Bicara tentang uang adalah bicara tentang kehidupan itu sendiri. Sepintas lalu, ketika memikirkannya fungsi uang memang tidak lebih sebagai alat tukar menukar. Ada uang, ada barang. Namun, toh, memilikinya tidak semudah mengatakannya.          Sudah memiliki pun belum tentu mampu menggunakannya dengan tepat. Tidak jarang, barang yang ditukar dengan uang itu, bukanlah hal yang betul-betul dibutuhkan. Akibatnya, di suatu hari ketika sedang membutuhkan, kita tidak memiliki si uang itu dalam jumlah yang cukup.

Uang itu pun kemudian menjadi sumber kecemasan—sumber masalah. Kemudian, ia menjadi alasan dibalik tindakan kriminal beberapa orang. Tak peduli peluang nyawa melayang dan tak peduli ada hukuman yang menanti baik di dunia atau di akhirat. Dan, di sinilah benda mati itu seolah-olah memiliki kekuatan untuk menggerakkan. Ia seolah memiliki kekuatan magis.

***

Setiap orang tentu berbeda pendapatnya dalam memaknainya. Ada yang punya sekadarnya saja sudah merasa cukup dan bersyukur untuk hal itu. Ada juga yang selalu merasa kekurangan terus menerus. Jumlah yang dimilikinya selalu tidak cukup untuk memberikan perasaan aman dan perasaan terjamin dalam menjalani kehidupan.

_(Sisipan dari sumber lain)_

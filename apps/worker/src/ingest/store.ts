import type pg from 'pg';
import copyStreams from 'pg-copy-streams';
import { Readable } from 'node:stream';
import { pipeline } from 'node:stream/promises';
import { and, eq, inArray, lt } from 'drizzle-orm';
import {
  PEER_TIERS,
  loadPeerKeyParts,
  peerStatistics,
  qcSummaries,
  recordAudit,
  requestPeerStatistics,
  resolvePeerMembership,
  type Database,
  type PeerStatisticsTarget,
} from '@plumbline/db';
import type { SummaryRow } from './row-schemas.ts';
import { seriesKey, type ValuesBuffer } from './values-buffer.ts';
import {
  chooseTarget,
  evaluateGroup,
  labTargetBefore,
  seriesFigures,
  type MonthFigures,
  type Target,
} from './multirule-points.ts';

/** A monthly summary ready to store (canonical unit). */
type SummaryToStore = {
  labId: string;
  procedureId: string;
  controlLotId: string;
  analyteId: string;
  level: number;
  period: string;
  late: boolean;
  figures: MonthFigures | null;
};

export type StoreContext = {
  /** A Drizzle handle on the transaction's connection. */
  tx: Database;
  /** The same connection, for COPY. */
  client: pg.PoolClient;
  upload: { id: string; labId: string };
  actor: { actorId: string | null; actorLabel: string | null };
};

/** Data that arrives after its period was closed (or published) is marked late. */
const isLate = (state: string) => state !== 'open';

/** Stores the valid rows of a summary file: each row replaces the lab's data for its key. */
export async function storeSummaries(
  ctx: StoreContext,
  rows: readonly SummaryRow[],
): Promise<{ replaced: number }> {
  return replaceSummaries(
    ctx,
    rows.map((r) => ({
      labId: ctx.upload.labId,
      procedureId: r.procedure.id,
      controlLotId: r.lot.id,
      analyteId: r.procedure.analyteId,
      level: r.level,
      period: r.period.period,
      late: isLate(r.period.state),
      figures: { period: r.period.period, n: r.n, mean: r.mean, sd: r.sd },
    })),
    'summary',
  );
}

/**
 * Stores the valid rows of a daily-values file: the values of each lab series (procedure, lot, level,
 * period) replace the earlier ones, their monthly summaries are derived, and each value carries its
 * multirule result. Values go in with COPY.
 */
export async function storeValues(
  ctx: StoreContext,
  buffer: ValuesBuffer,
  onProgress: (fraction: number) => Promise<void>,
): Promise<{ replaced: number }> {
  const indicesBySeries = new Map<number, number[]>();
  for (let i = 0; i < buffer.length; i++) {
    const list = indicesBySeries.get(buffer.seriesOf(i));
    if (list) list.push(i);
    else indicesBySeries.set(buffer.seriesOf(i), [i]);
  }
  const figures = seriesFigures(buffer, indicesBySeries);
  const targets = await multiruleTargets(ctx.tx, buffer, figures);

  // One multirule evaluation per procedure, lot and period (levels together).
  const groups = new Map<string, number[]>();
  for (const [seriesIndex, indices] of indicesBySeries) {
    const s = buffer.series[seriesIndex];
    const key = `${s.procedure.id}|${s.lot.id}|${s.period.period}`;
    const list = groups.get(key);
    if (list) list.push(...indices);
    else groups.set(key, [...indices]);
  }

  const { replaced } = await replaceSummaries(
    ctx,
    buffer.series.map((s, index) => ({
      labId: ctx.upload.labId,
      procedureId: s.procedure.id,
      controlLotId: s.lot.id,
      analyteId: s.procedure.analyteId,
      level: s.level,
      period: s.period.period,
      late: isLate(s.period.state),
      figures: figures.get(index) ?? null,
    })),
    'values',
  );

  const copy = ctx.client.query(
    copyStreams.from(
      'COPY qc_values (lab_id, procedure_id, control_lot_id, level, period, measured_at, value, run, comment, z, rules, upload_id) FROM STDIN',
    ),
  );
  const uploadId = ctx.upload.id;
  const labId = ctx.upload.labId;
  const total = buffer.length;
  async function* lines(): AsyncGenerator<string> {
    let chunk = '';
    let written = 0;
    for (const [key, indices] of groups) {
      const results = evaluateGroup(buffer, indices, targets.get(key) ?? new Map());
      for (const i of indices) {
        const s = buffer.series[buffer.seriesOf(i)];
        const result = results.get(i);
        const run = buffer.run(i);
        const comment = buffer.comments.get(i);
        chunk +=
          `${labId}\t${s.procedure.id}\t${s.lot.id}\t${s.level}\t${s.period.period}\t` +
          `${new Date(buffer.measuredAt(i)).toISOString()}\t${buffer.value(i)}\t` +
          `${run === null ? '\\N' : copyText(run)}\t${comment === undefined ? '\\N' : copyText(comment)}\t` +
          `${result?.z === null || result?.z === undefined || !Number.isFinite(result.z) ? '\\N' : result.z}\t` +
          `{${(result?.rules ?? []).join(',')}}\t${uploadId}\n`;
        written += 1;
        if (chunk.length > 256 * 1024) {
          yield chunk;
          chunk = '';
          if (written % 50_000 < 3000) await onProgress(written / total);
        }
      }
    }
    if (chunk) yield chunk;
  }
  await pipeline(Readable.from(lines()), copy);
  return { replaced };
}

/** COPY text format: backslash, tab and line breaks are escaped. */
function copyText(value: string): string {
  return value.replace(/\\/g, '\\\\').replace(/\t/g, '\\t').replace(/\n/g, '\\n').replace(/\r/g, '\\r');
}

/**
 * Replaces the lab's data for each key: earlier daily values of the key are removed, the summary is
 * inserted or updated (or removed when the new data has too few values for one), peer statistics are
 * requested for the key, and what was replaced is audited.
 */
async function replaceSummaries(
  ctx: StoreContext,
  summaries: readonly SummaryToStore[],
  source: 'summary' | 'values',
): Promise<{ replaced: number }> {
  const { client, tx, upload } = ctx;
  const keys = {
    procedures: summaries.map((s) => s.procedureId),
    lots: summaries.map((s) => s.controlLotId),
    levels: summaries.map((s) => s.level),
    periods: summaries.map((s) => s.period),
  };
  const keyArgs = [keys.procedures, keys.lots, keys.levels, keys.periods];
  const keyTable =
    'unnest($1::uuid[], $2::uuid[], $3::int[], $4::text[]) as k(procedure_id, control_lot_id, level, period)';

  const previous = await client.query<{
    procedure_id: string;
    control_lot_id: string;
    level: number;
    period: string;
    upload_id: string | null;
  }>(
    `select s.procedure_id, s.control_lot_id, s.level, s.period, s.upload_id
       from qc_summaries s join ${keyTable}
         on s.procedure_id = k.procedure_id and s.control_lot_id = k.control_lot_id and s.level = k.level and s.period = k.period`,
    keyArgs,
  );
  const deletedValues = await client.query(
    `delete from qc_values v using ${keyTable}
      where v.procedure_id = k.procedure_id and v.control_lot_id = k.control_lot_id and v.level = k.level and v.period = k.period`,
    keyArgs,
  );

  const withFigures = summaries.filter((s) => s.figures !== null);
  const withoutFigures = summaries.filter((s) => s.figures === null);
  if (withoutFigures.length) {
    await client.query(
      `delete from qc_summaries s using ${keyTable}
        where s.procedure_id = k.procedure_id and s.control_lot_id = k.control_lot_id and s.level = k.level and s.period = k.period`,
      [
        withoutFigures.map((s) => s.procedureId),
        withoutFigures.map((s) => s.controlLotId),
        withoutFigures.map((s) => s.level),
        withoutFigures.map((s) => s.period),
      ],
    );
  }
  for (let i = 0; i < withFigures.length; i += 2000) {
    const batch = withFigures.slice(i, i + 2000);
    await client.query(
      `insert into qc_summaries (lab_id, procedure_id, control_lot_id, level, period, n, mean, sd, source, late, upload_id, updated_at)
       select $1::uuid, k.procedure_id, k.control_lot_id, k.level, k.period, k.n, k.mean, k.sd, $2, k.late, $3::uuid, now()
         from unnest($4::uuid[], $5::uuid[], $6::int[], $7::text[], $8::int[], $9::float8[], $10::float8[], $11::bool[])
           as k(procedure_id, control_lot_id, level, period, n, mean, sd, late)
       on conflict (procedure_id, control_lot_id, level, period) do update set
         lab_id = excluded.lab_id, n = excluded.n, mean = excluded.mean, sd = excluded.sd, source = excluded.source,
         late = excluded.late, upload_id = excluded.upload_id, updated_at = excluded.updated_at`,
      [
        upload.labId,
        source,
        upload.id,
        batch.map((s) => s.procedureId),
        batch.map((s) => s.controlLotId),
        batch.map((s) => s.level),
        batch.map((s) => s.period),
        batch.map((s) => s.figures!.n),
        batch.map((s) => s.figures!.mean),
        batch.map((s) => s.figures!.sd),
        batch.map((s) => s.late),
      ],
    );
  }

  const targets: PeerStatisticsTarget[] = summaries.map((s) => ({
    controlLotId: s.controlLotId,
    analyteId: s.analyteId,
    level: s.level,
    period: s.period,
  }));
  await requestPeerStatistics(tx, targets);

  const replaced = previous.rows.length;
  if (replaced > 0 || (deletedValues.rowCount ?? 0) > 0) {
    await recordAudit(tx, {
      kind: 'qc-data.replaced',
      ...ctx.actor,
      labId: upload.labId,
      entity: 'upload',
      entityId: upload.id,
      details: {
        summariesReplaced: replaced,
        valuesRemoved: deletedValues.rowCount ?? 0,
        // Enough to trace what changed without flooding the log.
        keys: previous.rows.slice(0, 200).map((r) => ({
          procedureId: r.procedure_id,
          controlLotId: r.control_lot_id,
          level: r.level,
          period: r.period,
          previousUploadId: r.upload_id,
        })),
      },
    });
  }
  return { replaced };
}

/**
 * Multirule targets for each procedure, lot and period of the buffer, per level: the lab's own figures
 * for the lot and level before the period, otherwise the peers' lot-to-date figures before the period
 * (narrowest tier with enough labs), otherwise the month's own figures.
 */
async function multiruleTargets(
  tx: Database,
  buffer: ValuesBuffer,
  figures: ReadonlyMap<number, MonthFigures>,
): Promise<Map<string, Map<number, Target>>> {
  const procedureIds = [...new Set(buffer.series.map((s) => s.procedure.id))];
  const lotIds = [...new Set(buffer.series.map((s) => s.lot.id))];
  const history = new Map<string, MonthFigures[]>();
  const rows = await historyRows(tx, procedureIds, lotIds);
  const fileKeys = new Set(
    buffer.series.map((s) => seriesKey(s.procedure.id, s.lot.id, s.level, s.period.period)),
  );
  const push = (key: string, f: MonthFigures) => {
    const list = history.get(key);
    if (list) list.push(f);
    else history.set(key, [f]);
  };
  for (const r of rows) {
    if (fileKeys.has(seriesKey(r.procedureId, r.controlLotId, r.level, r.period))) continue;
    push(`${r.procedureId}|${r.controlLotId}|${r.level}`, {
      period: r.period,
      n: r.n,
      mean: r.mean,
      sd: r.sd,
    });
  }
  buffer.series.forEach((s, index) => {
    const f = figures.get(index);
    if (f) push(`${s.procedure.id}|${s.lot.id}|${s.level}`, f);
  });

  const labTargets = buffer.series.map((s) =>
    labTargetBefore(history.get(`${s.procedure.id}|${s.lot.id}|${s.level}`) ?? [], s.period.period),
  );
  // Peer figures are looked up only for series the lab has no figures of its own for.
  const peer = await peerTargets(
    tx,
    buffer,
    buffer.series.map((_, index) => index).filter((index) => labTargets[index] === null),
  );

  const result = new Map<string, Map<number, Target>>();
  buffer.series.forEach((s, index) => {
    const groupKey = `${s.procedure.id}|${s.lot.id}|${s.period.period}`;
    const target = chooseTarget(labTargets[index], peer.get(index) ?? null, figures.get(index) ?? null);
    if (!target) return;
    const levels = result.get(groupKey) ?? new Map<number, Target>();
    levels.set(s.level, target);
    result.set(groupKey, levels);
  });
  return result;
}

async function historyRows(tx: Database, procedureIds: string[], lotIds: string[]) {
  return tx
    .select({
      procedureId: qcSummaries.procedureId,
      controlLotId: qcSummaries.controlLotId,
      level: qcSummaries.level,
      period: qcSummaries.period,
      n: qcSummaries.n,
      mean: qcSummaries.mean,
      sd: qcSummaries.sd,
    })
    .from(qcSummaries)
    .where(and(inArray(qcSummaries.procedureId, procedureIds), inArray(qcSummaries.controlLotId, lotIds)));
}

/** The peers' latest lot-to-date figures before each series' period, at the narrowest sufficient tier. */
async function peerTargets(
  tx: Database,
  buffer: ValuesBuffer,
  seriesIndices: readonly number[],
): Promise<Map<number, Target>> {
  const result = new Map<number, Target>();
  const byLot = new Map<string, number[]>();
  for (const index of seriesIndices) {
    const key = buffer.series[index].lot.id;
    const list = byLot.get(key);
    if (list) list.push(index);
    else byLot.set(key, [index]);
  }
  for (const indices of byLot.values()) {
    const first = buffer.series[indices[0]];
    const parts = await loadPeerKeyParts(tx, [...new Set(indices.map((i) => buffer.series[i].procedure.id))]);
    const membership = await resolvePeerMembership(tx, first.lot.id, parts, { create: false });
    const groupIds = [
      ...new Set([...membership.values()].flatMap((m) => Object.values(m).map((g) => g!.id))),
    ];
    if (groupIds.length === 0) continue;
    const latestPeriod = indices
      .map((i) => buffer.series[i].period.period)
      .sort()
      .at(-1)!;
    const stats = await tx
      .select()
      .from(peerStatistics)
      .where(
        and(
          inArray(peerStatistics.peerGroupId, groupIds),
          eq(peerStatistics.scope, 'cumulative'),
          eq(peerStatistics.version, 0),
          eq(peerStatistics.sufficient, true),
          lt(peerStatistics.period, latestPeriod),
        ),
      );
    const statsByGroup = new Map<string, (typeof stats)[number][]>();
    for (const r of stats) {
      const list = statsByGroup.get(r.peerGroupId);
      if (list) list.push(r);
      else statsByGroup.set(r.peerGroupId, [r]);
    }
    for (const index of indices) {
      const s = buffer.series[index];
      const groups = membership.get(s.procedure.id) ?? {};
      for (const tier of PEER_TIERS) {
        const group = groups[tier];
        if (!group) continue;
        const best = (statsByGroup.get(group.id) ?? [])
          .filter(
            (r) =>
              r.level === s.level &&
              r.period < s.period.period &&
              r.mean !== null &&
              r.sd !== null &&
              r.sd > 0,
          )
          .sort((a, b) => (a.period < b.period ? 1 : -1))[0];
        if (best) {
          result.set(index, { mean: best.mean!, sd: best.sd!, source: 'peer' });
          break;
        }
      }
    }
  }
  return result;
}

Kehidupan yang tenang dan kematian yang tenang hanyalah angan-angan belaka.

Karena bahkan setelah mati pun uang itu tetap dibutuhkan, ia untuk membiayai pemakaman.

***

Namun, benarkah uang hanya sekadar alat tukar menukar demi sebuah barang yang dibutuhkan? Kenyataanya uang juga sebagai alat ukur. Jumlahnya menjadi ukuran untul ‘label’ sebutan ‘miskin’ atau ‘kaya’. Lalu, ia menjadi faktor untuk mendapatkan kehormatan dari orang lain, sulit untuk mengelak kenyataan ini.

Memang, mungkin semua ajaran agama mengatakan jangan melihat seseorang dari seberapa jumlah uang yang dimilikinya. Tidak peduli ia kaya atau miskin, kita harus tetap menghormatinya. Namun, toh, di tengah-tengah masyarakat, bila seseorang dengan mobil yang mengkilap, pakaian yang mahal, orang lain yang melihat serta-merta memberikan perhatian yang berbeda ketimbang dengan orang sebaliknya yang melintas. Bahkan, beberapa mungkin akan berbasa-basi bila itu memungkinkan.

Dari perbedaan jumlah uang ke perbedaan ‘label’ sebutan ‘kaya’ atau ‘miskin’, di akhir tercipta kesenjangan. Akan terbentuk kelompok-kelompok tertentu, lalu kelompok-kelompok itu menjadi strata yang bertingkat-tingkat, yang bermacam-macam sebutannya, tergantung di mana masyarakat itu berada dan kepercayaan apa yang mereka anut. Sampai di sini, uang menjadi nilai manusia.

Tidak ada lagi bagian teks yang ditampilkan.